Try it: Write out, exactly as they stand, the line containing "assert womersley.shear_factor(np.ones((2, 3))).shape" and all subsequent lines up to and including the final line of the records.

*** Opening of Given records ***

"""The dimensionless factors of oscillating pipe flow against limits, 40-digit arithmetic and published figures."""

from __future__ import annotations

import importlib.util
from pathlib import Path

import mpmath as mp
import numpy as np
import pytest

from pulsekit.errors import InputError
from pulsekit.exact import womersley
from pulsekit.exact._shear_factor_fit import NODES
from pulsekit.exact.profile_table import profile_table

# Ten units of rounding in double precision, what the factors claim; and what profile and derivative claim.
FACTOR, PROFILE = 1e-14, 1e-13
# On both sides of every seam between two approximations, and at the ends of the range.
SEAMS = [0.0, 1e-150, 1e-8, 1e-4, 2.5, 6.0, 10.0, 12.0, 18.0, 26.0, 80.0, 100.0, 1000.0, 1e6]
EDGES = sorted({abs(a * f) for a in SEAMS for f in (1 - 1e-12, 1.0, 1 + 1e-12)})


def sweep(count: int, seed: int) -> np.ndarray:
    rng = np.random.default_rng(seed)
    return np.concatenate([EDGES, 10 ** rng.uniform(-4, 6, count), rng.uniform(0, 120, count)])


def relative(value: complex, exact: mp.mpc) -> float:
    return float(abs(mp.mpc(complex(value)) - exact) / abs(exact)) if exact else float(abs(complex(value)))


def exact_factors(alpha: float) -> dict[str, mp.mpc]:
    """T, pressure factor, 1 - F10, axis ratio and alpha dT/dalpha from modified Bessel functions, to 40 digits."""
    if alpha == 0:
        return {"T": mp.mpc(4), "P": mp.mpc(8), "F": mp.mpc(0), "C": mp.mpc(2), "S": mp.mpc(0)}
    # Working digits beyond 40 for what cancels: alpha^2 at small alpha, a factor of alpha at large.
    with mp.workdps(60 + int(2.5 * abs(np.log10(alpha)))):
        zeta = mp.sqrt(mp.mpc(0, 1)) * mp.mpf(alpha)
        i0, i1, i2, i3 = (mp.besseli(n, zeta) for n in range(4))
        shear, square = zeta * i1 / i2, zeta**2
        pressure = square * i0 / i2
        return {
            "T": shear, "P": pressure, "F": square / pressure, "C": (i0 - 1) / i2, "S": square - shear * zeta * i3 / i2,
        }  # fmt: skip


@pytest.mark.parametrize(
    ("function", "key", "tolerance"),
    [
        (womersley.shear_factor, "T", FACTOR), (womersley.pressure_factor, "P", FACTOR), (womersley.flow_factor, "F", FACTOR),
        (womersley.centreline_ratio, "C", FACTOR), (womersley.shear_factor_slope, "S", PROFILE),
    ],
)  # fmt: skip
def test_factors_against_forty_digits(function, key, tolerance):
    numbers = sweep(60, seed=3)
    numbers = numbers[(numbers > 1e-100) | (numbers == 0)] if key in "FS" else numbers  # alpha^2 itself underflows below
    worst = max((relative(function(a), exact_factors(a)[key]), a) for a in numbers)
    assert worst[0] <= tolerance, f"alpha = {worst[1]!r}"


def exact_profile(alpha: float, y: float) -> mp.mpc:
    if alpha == 0:
        return mp.mpc(2) * mp.mpf(y) * (2 - mp.mpf(y))
    with mp.workdps(60 + int(4 * abs(np.log10(alpha)))):
        zeta = mp.sqrt(mp.mpc(0, 1)) * mp.mpf(alpha)
        return (mp.besseli(0, zeta) - mp.besseli(0, zeta * (1 - mp.mpf(y)))) / mp.besseli(2, zeta)


def test_profile_from_the_axis_to_a_millionth_from_the_wall():
    rng = np.random.default_rng(11)
    numbers = sweep(110, seed=4)
    numbers = numbers[(numbers > 1e-12) | (numbers == 0)]
    y = np.where(rng.random(numbers.size) < 0.5, 10 ** rng.uniform(-6, 0, numbers.size), rng.random(numbers.size))
    # Places one Stokes layer away, where wall series and core meet.
    y[::5] = np.minimum(1.0, rng.uniform(0.9, 1.1, y[::5].size) / np.maximum(numbers[::5], 1e-3))
    got = womersley.velocity_profile(numbers, wall_distance=y)
    worst = max((relative(g, exact_profile(a, d)), a, d) for g, a, d in zip(got, numbers, y, strict=True))
    assert worst[0] <= PROFILE, worst


def test_table_of_profiles_against_forty_digits():
    numbers = np.sort(np.concatenate([[0.0, 11.999, 12.0, 17.99, 18.01, 79.9, 80.1, 1e6], np.random.default_rng(5).uniform(0.1, 120, 10)]))
    y = np.concatenate([[1e-6, 1e-3, 0.0556, 0.0834, 0.9999, 1.0], np.random.default_rng(6).random(10)])
    table = profile_table(numbers, wall_distance=y)
    worst = max((relative(table[i, j], exact_profile(a, d)), a, d) for i, d in enumerate(y) for j, a in enumerate(numbers))
    assert worst[0] <= PROFILE, worst


def test_table_is_the_pointwise_profile():
    numbers, x = np.array([0.0, 0.3, 7.0, 15.0, 40.0, 5e3, 3e9]), np.linspace(0, 1, 21)
    pointwise = womersley.velocity_profile(numbers, x[:, None])
    # Twice what each of the two claims, plus the wall where both are 0.
    np.testing.assert_allclose(profile_table(numbers, x), pointwise, rtol=2 * PROFILE, atol=0)
    np.testing.assert_allclose(profile_table(numbers[:-1], x), pointwise[:, :-1], rtol=2 * PROFILE, atol=0)


def test_no_slip_and_steady_flow():
    x = np.linspace(0, 1, 11)
    np.testing.assert_array_equal(womersley.velocity_profile([0.0, 1.0, 50.0, 1e5], 1.0), 0)
    np.testing.assert_allclose(womersley.velocity_profile(0.0, x), 2 * (1 - x**2), rtol=4e-16, atol=4e-16)
    assert womersley.shear_factor(0.0) == 4
    assert womersley.pressure_factor(0.0) == 8
    assert womersley.centreline_ratio(0.0) == 2
    assert womersley.flow_factor(0.0) == 0
    assert womersley.shear_factor_slope(0.0) == 0


@pytest.mark.parametrize("alpha", [0.3, 5.0, 30.0, 300.0])
def test_mean_of_the_profile_is_one_and_its_slope_is_the_shear(alpha):
    # Gauss-Legendre in pieces a Stokes layer wide: smooth, so that 20 points reach rounding.
    edges = np.unique(np.concatenate([np.linspace(0, 1, 9), np.minimum(1.0, np.arange(1, 30) / alpha)]))
    node, weight = np.polynomial.legendre.leggauss(20)
    y = (0.5 * (edges[1:] + edges[:-1])[:, None] + 0.5 * np.diff(edges)[:, None] * node).ravel()
    w = (0.5 * np.diff(edges)[:, None] * weight).ravel()
    u = womersley.velocity_profile(alpha, wall_distance=y)
    assert np.sum(w * 2 * (1 - y) * u) == pytest.approx(1.0, abs=1e-13)
    h = 1e-7 / alpha
    # One-sided difference at the wall: its error is u'' h/2, of relative size alpha h = 1e-7.
    assert womersley.velocity_profile(alpha, wall_distance=h) / h == pytest.approx(womersley.shear_factor(alpha), rel=1e-6)


def test_derivative_against_central_differences():
    for alpha in (0.5, 3.0, 12.0, 25.9, 26.1, 200.0):
        h = 1e-4 * alpha
        difference = (womersley.shear_factor(alpha + h) - womersley.shear_factor(alpha - h)) / (2 * h) * alpha
        # Error h^2/6 T''' relative to T', of order 1e-8 here.
        assert womersley.shear_factor_slope(alpha) == pytest.approx(difference, rel=1e-7)


# alpha, M'10, eps'10 in degrees, abs(tau/tau_Poiseuille at the same flow), lead of tau over flow in degrees: defined by
# J. R. Womersley, J. Physiol. 127 (1955) 553; figures computed from those definitions with an independent library and
# confirmed by a finite-volume solution. Printed to 8 digits.
TABLE = [
    (0.5, 0.031221218, 87.614211, 1.0001085, 0.5967512),
    (1.0, 0.12319589, 80.547336, 1.0017327, 2.3822283),
    (2.0, 0.4124679, 56.738427, 1.0269431, 9.2376126),
    (3.34, 0.65536337, 30.945126, 1.1757495, 21.47505),
    (5.0, 0.75560967, 18.647152, 1.5422303, 30.970663),
    (6.67, 0.80956213, 13.497235, 1.9548501, 34.899678),
    (10.0, 0.86835067, 8.6933679, 2.7795541, 38.484543),
    (20.0, 0.93176403, 4.1967916, 5.2722555, 41.853026),
]


@pytest.mark.parametrize(("alpha", "modulus", "degrees", "shear", "lead"), TABLE)
def test_womersleys_table(alpha, modulus, degrees, shear, lead):
    factor = womersley.flow_factor(alpha)
    ratio = womersley.shear_factor(alpha) / 4
    digits = 1e-7  # half a unit of the last printed digit, or a little more
    assert abs(factor) == pytest.approx(modulus, rel=digits)
    assert np.degrees(np.angle(factor)) == pytest.approx(degrees, rel=digits)
    assert abs(ratio) == pytest.approx(shear, rel=digits)
    assert np.degrees(np.angle(ratio)) == pytest.approx(lead, rel=digits)


def test_lead_of_the_shear_over_the_axis_overshoots_45_degrees():
    """Computed with an independent library; a swapped conversion would not show it."""
    lead = lambda a: float(np.degrees(np.angle(womersley.shear_factor(a) / womersley.centreline_ratio(a))))  # noqa: E731
    assert lead(6.67) == pytest.approx(51.34074, abs=1e-5)
    assert lead(1e5) == pytest.approx(45.0, abs=1e-3)
    for alpha, modulus, degrees in ((3.34, 0.53795921, 11.9295), (10.0, 0.87375052, 8.548635)):
        mean_over_axis = 1 / womersley.centreline_ratio(alpha)
        assert abs(mean_over_axis) == pytest.approx(modulus, abs=1e-8)
        assert np.degrees(np.angle(mean_over_axis)) == pytest.approx(degrees, abs=1e-4)


@pytest.mark.parametrize(
    ("alpha", "resistance", "inertance"), [(1.0, 1.000867, 1.3331022), (5.0, 1.322356, 1.2539617), (20.0, 3.927086, 1.0703553)]
)
def test_resistance_and_inertance(alpha, resistance, inertance):
    """Relative to Poiseuille's and to rho/A; computed with an independent library to the digits shown."""
    factor = womersley.pressure_factor(alpha)
    assert factor.real / 8 == pytest.approx(resistance, abs=1e-6)
    assert factor.imag / alpha**2 == pytest.approx(inertance, abs=1e-7)


def test_limits_of_resistance_and_inertance():
    assert womersley.pressure_factor(1e-3).imag / 1e-6 == pytest.approx(4 / 3, abs=1e-7)
    assert womersley.pressure_factor(1e6).imag / 1e12 == pytest.approx(1.0, abs=1e-5)
    assert abs(womersley.shear_factor(1e6) / 4) == pytest.approx(1e6 / 4, rel=1e-5)
    assert abs(womersley.flow_factor(1e-3)) == pytest.approx(1e-6 / 8, rel=1e-6)


def test_kelvin_functions():
    """ber and bei (DLMF 10.61; figures computed from the definition) carry I0(zeta): the convention exp(+i omega t) with zeta = sqrt(i) alpha."""
    table = {1: (0.984381781213087, 0.249566040036660), 5: (-6.23008247866636, 0.116034381550200), 10: (138.840465941633, 56.3704585539066)}
    for alpha, (real, imaginary) in table.items():
        zeta = np.exp(0.25j * np.pi) * alpha
        assert complex(mp.ber(0, alpha), mp.bei(0, alpha)) == pytest.approx(real + 1j * imaginary, rel=1e-13)
        # From profile and axis: u(0) I2(zeta) = I0(zeta) - 1.
        assert womersley.centreline_ratio(alpha) * complex(mp.besseli(2, complex(zeta))) + 1 == pytest.approx(
            real + 1j * imaginary, rel=1e-13
        )


def test_annular_overshoot():
    """Measured first by Richardson and Tyler, Proc. Phys. Soc. 42 (1929) 1; places and height computed independently."""
    y = np.linspace(2.0, 2.6, 60001)
    for alpha, place, height in ((1e5, 2.28410, 1.069432), (20.0, 2.30153, None)):
        speed = np.abs(womersley.velocity_profile(alpha, wall_distance=y * np.sqrt(2) / alpha))
        assert y[speed.argmax()] == pytest.approx(place, abs=1e-4 if alpha == 20 else 1e-3)  # a thin layer is thin to 1/alpha
        if height:
            assert speed.max() == pytest.approx(height, abs=1e-4)


@pytest.mark.parametrize("bad", [-1e-9, np.nan, np.inf, [1.0, -2.0]])
def test_bad_womersley_numbers_are_refused(bad):
    for function in (womersley.shear_factor, womersley.pressure_factor, womersley.shear_factor_slope, womersley.centreline_ratio):
        with pytest.raises(InputError, match="Womersley number"):
            function(bad)


def test_bad_places_are_refused():
    with pytest.raises(InputError, match="between 0"):
        womersley.velocity_profile(1.0, 1.5)
    with pytest.raises(InputError, match="between 0"):
        profile_table([1.0], [np.nan])
    with pytest.raises(InputError, match="exactly one"):
        womersley.velocity_profile(1.0)
    with pytest.raises(InputError, match="exactly one"):
        profile_table([1.0], [0.1], wall_distance=[0.9])


def test_shapes():
    assert isinstance(womersley.shear_factor(3.0), np.complex128)
    assert isinstance(womersley.velocity_profile(3.0, 0.5), np.complex128)
    assert womersley.shear_factor(np.ones((2, 3))).shape == (2, 3)
    assert womersley.centreline_ratio(np.ones((2, 3))).shape == (2, 3)
    assert womersley.velocity_profile(np.ones(3), np.linspace(0, 1, 5)[:, None]).shape == (5, 3)
    assert womersley.shear_factor(np.empty(0)).shape == (0,)
    many = np.geomspace(1e-3, 1e6, 20000)
    # Few numbers and many go through two orders of the same sum: they may differ by a rounding or two.
    np.testing.assert_allclose(womersley.shear_factor(many)[::400], [womersley.shear_factor(a) for a in many[::400]], rtol=5e-16)


def test_the_numbers_of_the_fit_are_those_of_their_script():
    path = Path(__file__).with_name("make_shear_factor_nodes.py")
    spec = importlib.util.spec_from_file_location("make_shear_factor_nodes", path)
    script = importlib.util.module_from_spec(spec)
    spec.loader.exec_module(script)
    assert tuple(NODES) == script.ORDERS
    for order, rows in NODES.items():
        np.testing.assert_allclose(rows, np.array(script.gauss_nodes(order), dtype=float), rtol=2e-16)


@pytest.mark.long
def test_many_numbers_against_forty_digits():
    numbers = sweep(3000, seed=8)
    got = womersley.shear_factor(numbers)
    assert max(relative(g, exact_factors(a)["T"]) for g, a in zip(got, numbers, strict=True)) <= FACTOR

*** Close of Given records ***

Solved problem:
    assert womersley.shear_factor(np.ones((2, 3))).shape == (2, 3)
    assert womersley.centreline_ratio(np.ones((2, 3))).shape == (2, 3)
    assert womersley.velocity_profile(np.ones(3), np.linspace(0, 1, 5)[:, None]).shape == (5, 3)
    assert womersley.shear_factor(np.empty(0)).shape == (0,)
    many = np.geomspace(1e-3, 1e6, 20000)
    # Few numbers and many go through two orders of the same sum: they may differ by a rounding or two.
    np.testing.assert_allclose(womersley.shear_factor(many)[::400], [womersley.shear_factor(a) for a in many[::400]], rtol=5e-16)


def test_the_numbers_of_the_fit_are_those_of_their_script():
    path = Path(__file__).with_name("make_shear_factor_nodes.py")
    spec = importlib.util.spec_from_file_location("make_shear_factor_nodes", path)
    script = importlib.util.module_from_spec(spec)
    spec.loader.exec_module(script)
    assert tuple(NODES) == script.ORDERS
    for order, rows in NODES.items():
        np.testing.assert_allclose(rows, np.array(script.gauss_nodes(order), dtype=float), rtol=2e-16)


@pytest.mark.long
def test_many_numbers_against_forty_digits():
    numbers = sweep(3000, seed=8)
    got = womersley.shear_factor(numbers)
    assert max(relative(g, exact_factors(a)["T"]) for g, a in zip(got, numbers, strict=True)) <= FACTOR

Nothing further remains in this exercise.